Using the funciton gbif_citaiton
we can get citations for our downloads, with the output from occ_download_get
or occ_download_meta
.
occ_download_meta(res) %>% gbif_citation()
#> $download
#> [1] "GBIF Occurrence Download https://doi.org/10.15468/dl.ohjevv Accessed from R via rgbif (https://github.com/ropensci/rgbif) on 2017-11-10"
#>
#> $datasets
#> NULL
You’ll notice that the datasets
slot is NULL
- because when using occ_download_meta
, we don’t yet have any information about which datasets are in the download.
But if you use occ_download_get
you then have the individual datasets, and we can get citatations for each idividual dataset in addition to the entire download.
occ_download_get("0000796-171109162308116") %>% gbif_citation()
#> $download
#> [1] "GBIF Occurrence Download https://doi.org/10.15468/dl.nv3r5p Accessed from R via rgbif (https://github.com/ropensci/rgbif) on 2017-11-10"
#>
#> $datasets
#> $datasets[[1]]
#> <<rgbif citation>>
#> Citation: Office of Environment & Heritage (2017). OEH Atlas of NSW
#> Wildlife. Occurrence Dataset https://doi.org/10.15468/14jd9g accessed
#> via GBIF.org on 2017-11-10.. Accessed from R via rgbif
#> (https://github.com/ropensci/rgbif) on 2017-11-10
#> Rights: This work is licensed under a Creative Commons Attribution (CC-BY)
#> 4.0 License.
#>
#> $datasets[[2]]
#> <<rgbif citation>>
#> Citation: Creuwels J (2017). Naturalis Biodiversity Center (NL) - Botany.
#> Naturalis Biodiversity Center. Occurrence Dataset
#> https://doi.org/10.15468/ib5ypt accessed via GBIF.org on 2017-11-10..

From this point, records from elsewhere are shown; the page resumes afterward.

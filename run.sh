#!/usr/bin/env bash
# spinrail set-up and entry: everything a fresh clone needs, in two commands.
#   ./run.sh demo [--out DIR]   run the main job on the built-in demo
#   ./run.sh test [PYTEST ARGS] run the whole test suite
# Both create .venv and install the project with its test extra on first use (and again when
# pyproject.toml changes). `test` also installs the Debian packages the outside checks use
# (ngspice; valgrind for the benchmarks; gcc-arm-none-eabi, libnewlib-arm-none-eabi and
# qemu-system-arm for the emulated 32-bit boards) when they are missing and this user may install.
set -euo pipefail
cd "$(dirname "$0")"
VENV=.venv

setup_python() {
  if [ ! -x "$VENV/bin/python" ]; then
    echo "run.sh: creating $VENV" >&2
    python3 -m venv "$VENV"
  fi
  local stamp="$VENV/.spinrail-installed"
  if [ ! -f "$stamp" ] || [ pyproject.toml -nt "$stamp" ]; then
    echo "run.sh: installing spinrail and its test extra into $VENV" >&2
    local log="$VENV/install.log"
    if ! { "$VENV/bin/python" -m pip install --upgrade pip &&
           "$VENV/bin/python" -m pip install -e ".[test]"; } >"$log" 2>&1; then
      tail -n 30 "$log" >&2
      echo "run.sh: installing failed; the whole log is in $log" >&2
      exit 1
    fi
    touch "$stamp"
  fi
}

setup_system() {
  local missing=()
  command -v ngspice >/dev/null 2>&1 || missing+=(ngspice)
  command -v valgrind >/dev/null 2>&1 || missing+=(valgrind)
  # the emulated 32-bit boards (tests/mcu, spinrail board emulate)
  command -v arm-none-eabi-gcc >/dev/null 2>&1 || missing+=(gcc-arm-none-eabi)
  [ -e /usr/lib/arm-none-eabi/include/stdio.h ] || [ -e /usr/include/newlib/stdio.h ] ||
    missing+=(libnewlib-arm-none-eabi)
  command -v qemu-system-arm >/dev/null 2>&1 || missing+=(qemu-system-arm)
  # the browser that renders report.html in the report tests
  command -v chromium >/dev/null 2>&1 || missing+=(chromium)
  [ ${#missing[@]} -eq 0 ] && return 0
  local sudo=""
  [ "$(id -u)" = 0 ] || sudo="sudo -n"
  if command -v apt-get >/dev/null 2>&1 && { [ -z "$sudo" ] || sudo -n true 2>/dev/null; }; then
    echo "run.sh: installing ${missing[*]} (Debian packages)" >&2
    { $sudo apt-get update -qq && DEBIAN_FRONTEND=noninteractive $sudo apt-get install -y -qq --no-install-recommends "${missing[@]}"; } >&2 ||
      echo "run.sh: could not install ${missing[*]}; the tests that need them will be skipped" >&2
  else
    echo "run.sh: ${missing[*]} missing and cannot be installed here (apt-get install ${missing[*]});" \
         "the tests that need them will be skipped" >&2
  fi
}

case "${1:-}" in
  demo)
    shift; setup_python
    exec "$VENV/bin/spinrail" demo "$@" ;;
  test)
    shift; setup_python; setup_system
    exec "$VENV/bin/python" -m pytest "$@" ;;
  *)
    echo "usage: ./run.sh demo [--out DIR] | ./run.sh test [pytest args]" >&2
    exit 2 ;;
esac
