def encode_controller_status(
    mode: int,
    previous_mode: int,
    faults: int,
    limiter: int,
    speed: float,
    alive: int,
    ids: CanIds = DEFAULT_IDS,
) -> bytes:
    """CONTROLLER_STATUS data (8 bytes) for arbitration ID ``ids.controller_status``.

    ``faults``: controller.Fault bits (0 .. 511); ``limiter``: controller.Limiter bits (0 .. 31);
    ``speed`` in m/s (0.01 kn steps, saturated to 0 .. 100 kn).
    """
    m = _mode("mode", mode)
    pm = _mode("previous_mode", previous_mode)
    f = int(faults)
    if not 0 <= f <= ALL_FAULTS:
        raise ValueError(f"faults = {faults!r}: unknown Fault bits (allowed 0 .. {ALL_FAULTS})")
    lim = int(limiter)
    if not 0 <= lim <= _LIMITER_ALL:
        raise ValueError(f"limiter = {limiter!r}: unknown Limiter bits (allowed 0 .. {_LIMITER_ALL})")
    v = round_half_away(_finite("speed", speed) * _RAW_PER_MS)
    v = _SPEED_RAW_MAX if v > _SPEED_RAW_MAX else (0 if v < 0 else v)
    return _seal(ids.controller_status, _S_STATUS7.pack(m | (pm << 4), f, lim, v, _alive(alive)))


def encode_heartbeat(state: int, counter: int) -> bytes:
    """HEARTBEAT data (2 bytes): node state and a free-running counter (taken mod 256)."""
    try:
        st = int(NodeState(state))
    except (ValueError, TypeError):
        raise ValueError(f"state = {state!r}: not a NodeState (0 .. {_NODE_STATE_MAX})") from None
    if not isinstance(counter, int):
        raise ValueError(f"counter = {counter!r}: must be an integer (taken mod 256)")
    return _S_HEARTBEAT.pack(st, counter & 0xFF)


# ---- decoders -----------------------------------------------------------------------------------


def _check8(arbitration_id: int, data: Any) -> Reject | bytes:
    """Common checks of a CRC-protected frame: bytes-like, DLC 8, CRC. Returns bytes or a Reject."""
    if not isinstance(data, bytes):
        if isinstance(data, bytearray):
            data = bytes(data)
        elif isinstance(data, memoryview):
            try:
                data = data.tobytes()
            except Exception:  # pragma: no cover - exotic buffers
                return _R_TYPE
        else:
            return _R_TYPE
    if len(data) != 8:
        return _R_DLC
    t = _CRC8
    crc = t[0xFF ^ (arbitration_id & 0xFF)]
    crc = t[crc ^ ((arbitration_id >> 8) & 0xFF)]
    for i in range(7):
        crc = t[crc ^ data[i]]
    if crc ^ 0xFF != data[7]:
        return _R_CRC
    return data


def _frame_kind_reject(arbitration_id: Any, is_remote: bool, is_extended: bool) -> Reject | None:
    if is_remote:
        return _R_REMOTE
    if is_extended:
        return _R_EXT
    if type(arbitration_id) is not int:
        return _R_ID
    return None


def decode_fin_demand(
    arbitration_id: int, data: bytes, ids: CanIds = DEFAULT_IDS, *, is_remote: bool = False, is_extended: bool = False
) -> FinDemand | Reject:
    """Decode FIN_DEMAND. Never raises; see :data:`REJECT_REASONS`."""
    r = _frame_kind_reject(arbitration_id, is_remote, is_extended)
    if r is not None:
        return r
    if arbitration_id != ids.fin_demand:
        return _R_ID
    d = _check8(arbitration_id, data)
    if type(d) is Reject:
        return d
    p, s, b4, b5, b6, _ = _S_DEMAND.unpack(d)
    if b4 & 0xF0 or b5 or b6 & 0xF0:
        return _R_RES
    m = b4 & 0x0F
    if m > _MODE_MAX or not -_ANGLE_RAW_MAX_DEMAND <= p <= _ANGLE_RAW_MAX_DEMAND or not (
        -_ANGLE_RAW_MAX_DEMAND <= s <= _ANGLE_RAW_MAX_DEMAND
    ):
        return _R_RANGE
    return FinDemand(p * _RAD_PER_RAW, s * _RAD_PER_RAW, MODES[m], b6)


def decode_fin_feedback(
    arbitration_id: int, data: bytes, ids: CanIds = DEFAULT_IDS, *, is_remote: bool = False, is_extended: bool = False
) -> FinFeedback | Reject:
    """Decode FIN_FEEDBACK_PORT or FIN_FEEDBACK_STBD (the side follows from the ID)."""
    r = _frame_kind_reject(arbitration_id, is_remote, is_extended)
    if r is not None:
        return r
    if arbitration_id == ids.fin_feedback_port:
        side = "port"
    elif arbitration_id == ids.fin_feedback_stbd:
        side = "stbd"
    else:
        return _R_ID
    d = _check8(arbitration_id, data)
    if type(d) is Reject:
        return d
    a, st, b3, b45, b6, _ = _S_FEEDBACK.unpack(d)
    if st & ~_FIN_STATUS_ALL or b3 or b45 or b6 & 0xF0:
        return _R_RES
    if not -_ANGLE_RAW_MAX_FEEDBACK <= a <= _ANGLE_RAW_MAX_FEEDBACK:
        return _R_RANGE
    return FinFeedback(side, a * _RAD_PER_RAW, st, b6)


def decode_controller_status(
    arbitration_id: int, data: bytes, ids: CanIds = DEFAULT_IDS, *, is_remote: bool = False, is_extended: bool = False
) -> ControllerStatus | Reject:
    """Decode CONTROLLER_STATUS."""
    r = _frame_kind_reject(arbitration_id, is_remote, is_extended)
    if r is not None:
        return r
    if arbitration_id != ids.controller_status:
        return _R_ID
    d = _check8(arbitration_id, data)
    if type(d) is Reject:
        return d
    b0, f, lim, v, b6, _ = _S_STATUS.unpack(d)
    if f & ~ALL_FAULTS or lim & ~_LIMITER_ALL or b6 & 0xF0:
        return _R_RES
    m = b0 & 0x0F
    pm = b0 >> 4
    if m > _MODE_MAX or pm > _MODE_MAX or v > _SPEED_RAW_MAX:
        return _R_RANGE
    return ControllerStatus(MODES[m], MODES[pm], f, lim, v * _MS_PER_RAW, b6)


def decode_heartbeat(
    arbitration_id: int, data: bytes, ids: CanIds = DEFAULT_IDS, *, is_remote: bool = False, is_extended: bool = False
) -> Heartbeat | Reject:
    """Decode a HEARTBEAT of the controller or rig node (DLC 2, no CRC)."""
    r = _frame_kind_reject(arbitration_id, is_remote, is_extended)
    if r is not None:
        return r
    node = arbitration_id - ids.heartbeat_base
    if node != ids.controller_node and node != ids.rig_node:
        return _R_ID
    if not isinstance(data, (bytes, bytearray, memoryview)):
        return _R_TYPE
    if len(data) != 2:
        return _R_DLC
    st, c = _S_HEARTBEAT.unpack(bytes(data))
    if st > _NODE_STATE_MAX:
        return _R_RANGE
    return Heartbeat(node, _NODE_STATES[st], c)


_DECODERS = ("fin_demand", "fin_feedback", "fin_feedback", "controller_status", "heartbeat", "heartbeat")
_DISPATCH_CACHE: dict[CanIds, dict[int, Any]] = {}


def _dispatch(ids: CanIds) -> dict[int, Any]:
    d = _DISPATCH_CACHE.get(ids)
    if d is None:
        fns = {
            "fin_demand": decode_fin_demand,
            "fin_feedback": decode_fin_feedback,
            "controller_status": decode_controller_status,
            "heartbeat": decode_heartbeat,
        }
        d = {fid: fns[kind] for fid, kind in zip(ids.named_ids().values(), _DECODERS)}
        if len(_DISPATCH_CACHE) > 64:  # bounded: configs rarely hold more than a few ID sets
            _DISPATCH_CACHE.clear()
        _DISPATCH_CACHE[ids] = d
    return d


def decode_frame(
    arbitration_id: int, data: bytes, ids: CanIds = DEFAULT_IDS, *, is_remote: bool = False, is_extended: bool = False
) -> FinDemand | FinFeedback | ControllerStatus | Heartbeat | Reject:
    """Decode any catalogue frame, chosen by its arbitration ID (unknown ID -> ``Reject("id")``)."""
    r = _frame_kind_reject(arbitration_id, is_remote, is_extended)
    if r is not None:
        return r
    fn = _dispatch(ids).get(arbitration_id)
    if fn is None:
        return _R_ID
    return fn(arbitration_id, data, ids)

#> Accessed from R via rgbif (https://github.com/ropensci/rgbif) on
#> 2017-11-10
#> Rights: To the extent possible under law, the publisher has waived all
#> rights to these data and has dedicated them to the Public Domain (CC0
#> 1.0). Users may copy, modify, distribute and use the work, including
#> for commercial purposes, without restriction.
#>
#> ... cutoff for brevity
Here, we get the overall citation as well as citations (and data rights) for each dataset.
Please do cite the data you use from GBIF!